Intrigued by this, I started setting the timer for other things, sometimes with consequences attached (if it was serious), sometimes with just a “hey, let’s see if we can get it done before the timer beeps, OK?”. And to my surprise and utter delight, the kids are not looking at this as extra pressure, but absolutely loving it.

Convincing them to drink all their water is almost always the worst part of meals, even without sickness slowing everybody down. Getting dressed in the morning and making beds gets constantly derailed by the lure of toys and books in the bedroom. Picking up toys before bed in timely enough fashion that they can have a bedtime story is an exercise in futility.

Not anymore.

Last night, whatever toys were still on the floor when the timer beeped went into the confiscated box, without so much as a murmur of protest from the kids: there had been a definite goal set, with definite parameters, and they didn’t meet it so understood the consequences. This morning, when they started dragging their feet about drinking their water, I set the timer and warned them there would be no more toast unless they finished their glasses by the time it went off (this is not starving them, by the way – they’d already eaten plenty). They finished in half the time allotted. After breakfast, I told them it wasn’t an absolute necessity, but let’s just see if they could get dressed in five minutes, and then make their beds in another five, and they did it (practically. Grace came in just under the time limit, while Joy squeaked just a hair over, but close enough that I still counted it as a win).

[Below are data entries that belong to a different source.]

#[test]
fn rows_come_in_order_and_hold_every_event() {
    let (mut engine, course) = hill("2031-03-20", NightLaw::default());
    let rows = engine.night_rows(&course, 10.0 * MINUTE).expect("rows");
    assert!(rows.windows(2).all(|pair| pair[0].moment.sky.time <= pair[1].moment.sky.time));
    assert_eq!(rows.iter().filter(|row| row.event.is_some()).count(), course.events.len());
    let mut keys: Vec<&str> = COLUMNS.iter().map(|column| column.key).collect();
    keys.sort_unstable();
    keys.dedup();
    assert_eq!(keys.len(), COLUMNS.len());
}

#[test]
fn a_branch_of_the_magnitude_holds_between_its_dates() {
    let mut comet = comet("2031");
    let branch = |magnitude: f64, from: Option<&str>, to: Option<&str>| Brightness {
        from: from.map(|text| text.parse().unwrap()),
        to: to.map(|text| text.parse().unwrap()),
        ..Brightness::with_index(magnitude, 4.0)
    };
    comet.brightness =
        vec![branch(5.0, None, Some("2031-03-04.0 TT")), branch(7.0, Some("2031-03-04.0 TT"), Some("2031-04-01.0 TT"))];
    let mut engine = Engine::new(Plan::from(comet.clone())).expect("a plan");
    let mut total = |time: &str| {
        let sky = engine.sky_at(instant(time)).expect("a sky");
        let plain = 5.0 * sky.observer_distance_au.log10() + 10.0 * sky.sun_distance_au.log10();
        magnitude::total(&comet.brightness, &sky).map(|magnitude| ((magnitude - plain) * 1e6).round() / 1e6)
    };
    assert_eq!(total("2031-03-01.0 TT"), Some(5.0));
    // Both hold at their common end: the first serves.
    assert_eq!(total("2031-03-04.0 TT"), Some(5.0));
    assert_eq!(total("2031-03-04.1 TT"), Some(7.0));
    assert_eq!(total("2031-04-02.0 TT"), None);
}
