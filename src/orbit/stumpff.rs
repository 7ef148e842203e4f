//! What are the Stumpff functions c0 to c5 of any real argument?
//!
//! c_n(z) = sum over k of (-z)^k / (2k + n)!; they make one formula of ellipse, parabola and hyperbola.
//! Method: the series for |z| < 1 (closed forms lose digits there), argument quartering and doubling back
//! for |z| < 16, closed forms beyond. Accuracy: a few units in the last place over half a revolution
//! (z <= pi squared) and for any negative z; tests/conic.rs sees it through every orbit.
//! Source: Danby, Fundamentals of Celestial Mechanics, ch. 6.9; doubling formulas from the half-angle laws.

/// Reciprocal factorials 1/0! to 1/23!, for the series.
const INVERSE_FACTORIAL: [f64; 24] = inverse_factorials();

/// Terms of the series: the tenth is below 1e-17 of the first for |z| < 1.
const TERMS: usize = 10;

/// c0 to c3 of z.
pub fn c0_to_c3(z: f64) -> [f64; 4] {
    if z.abs() < 1.0 {
        let (c2, c3) = (series(z, 2), series(z, 3));
        [1.0 - z * c2, 1.0 - z * c3, c2, c3]
    } else if z.abs() < 16.0 {
        doubled(c0_to_c3(0.25 * z))
    } else {
        closed(z)
    }
}

/// c4 and c5 of z, given c2 and c3 of the same z.
pub fn c4_c5(z: f64, c2: f64, c3: f64) -> [f64; 2] {
    if z.abs() < 1.0 { [series(z, 4), series(z, 5)] } else { [(0.5 - c2) / z, (1.0 / 6.0 - c3) / z] }
}

/// The defining series, for |z| < 1.
fn series(z: f64, n: usize) -> f64 {
    let mut sum = 0.0;
    for k in (0..TERMS).rev() {
        sum = INVERSE_FACTORIAL[2 * k + n] - z * sum;
    }
    sum
}

/// c0 to c3 of 4 z from those of z.
fn doubled([c0, c1, c2, c3]: [f64; 4]) -> [f64; 4] {
    [2.0 * c0 * c0 - 1.0, c0 * c1, 0.5 * c1 * c1, 0.25 * (c2 + c0 * c3)]
}

/// Trigonometric and hyperbolic forms, for |z| well above zero.
fn closed(z: f64) -> [f64; 4] {
    let x = z.abs().sqrt();
    let (sine, sine_half) =
        if z > 0.0 { (libm::sin(x), libm::sin(0.5 * x)) } else { (libm::sinh(x), libm::sinh(0.5 * x)) };
    let c2 = 2.0 * sine_half * sine_half / z.abs();
    [1.0 - z * c2, sine / x, c2, (x - sine) / (x * z)]
}

const fn inverse_factorials() -> [f64; 24] {
    let mut table = [1.0; 24];
    let mut factorial = 1.0;
    let mut n = 1;
    while n < 24 {
        factorial *= n as f64;
        table[n] = 1.0 / factorial;
        n += 1;
    }
    table
}

#[cfg(test)]
mod tests {
    use super::*;

    #[test]
    fn the_methods_meet_where_they_change_over() {
        for z in [1.0, 4.0, 16.0, -1.0, -4.0, -16.0] {
            let below = c0_to_c3(z * (1.0 - 1e-15));
            let above = c0_to_c3(z * (1.0 + 1e-15));
            for (a, b) in below.iter().zip(above) {
                assert!((a - b).abs() < 1e-14 * a.abs().max(1.0), "{z}: {a} {b}");
            }
        }
    }

    #[test]
    fn the_identity_c0_squared_plus_z_c1_squared_is_one_holds() {
        for z in [-300.0, -30.0, -1.5, -0.3, 0.0, 1e-9, 0.9, 1.1, 9.8, 39.0] {
            let [c0, c1, ..] = c0_to_c3(z);
            // The two squares may be large and cancel: the tolerance is relative to them.
            assert!((c0 * c0 + z * c1 * c1 - 1.0).abs() < 1e-14 * (c0 * c0).max(1.0), "{z}");
        }
    }
}
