//! What do published elements say, and where does the comet move?

pub mod conic;
pub mod elements;
pub mod notation;
mod stumpff;
pub mod universal;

The last time we tried doing timers for chores/eating/et cetera, it didn’t work. They were still preschoolers/toddlers, and the timers just made them more nervous and frustrated. Now, though, the timer seems to be just exactly what they need. I’m pleased, thinking that we will be able to start setting good habits of timeliness and NO DAWDLING, and they’re pleased, that they have something to help them stay focused.

I’m sure it won’t last forever, and I don’t think I’d even like to spend the rest of the kids’ childhoods living by timers, but for now, this is exactly right.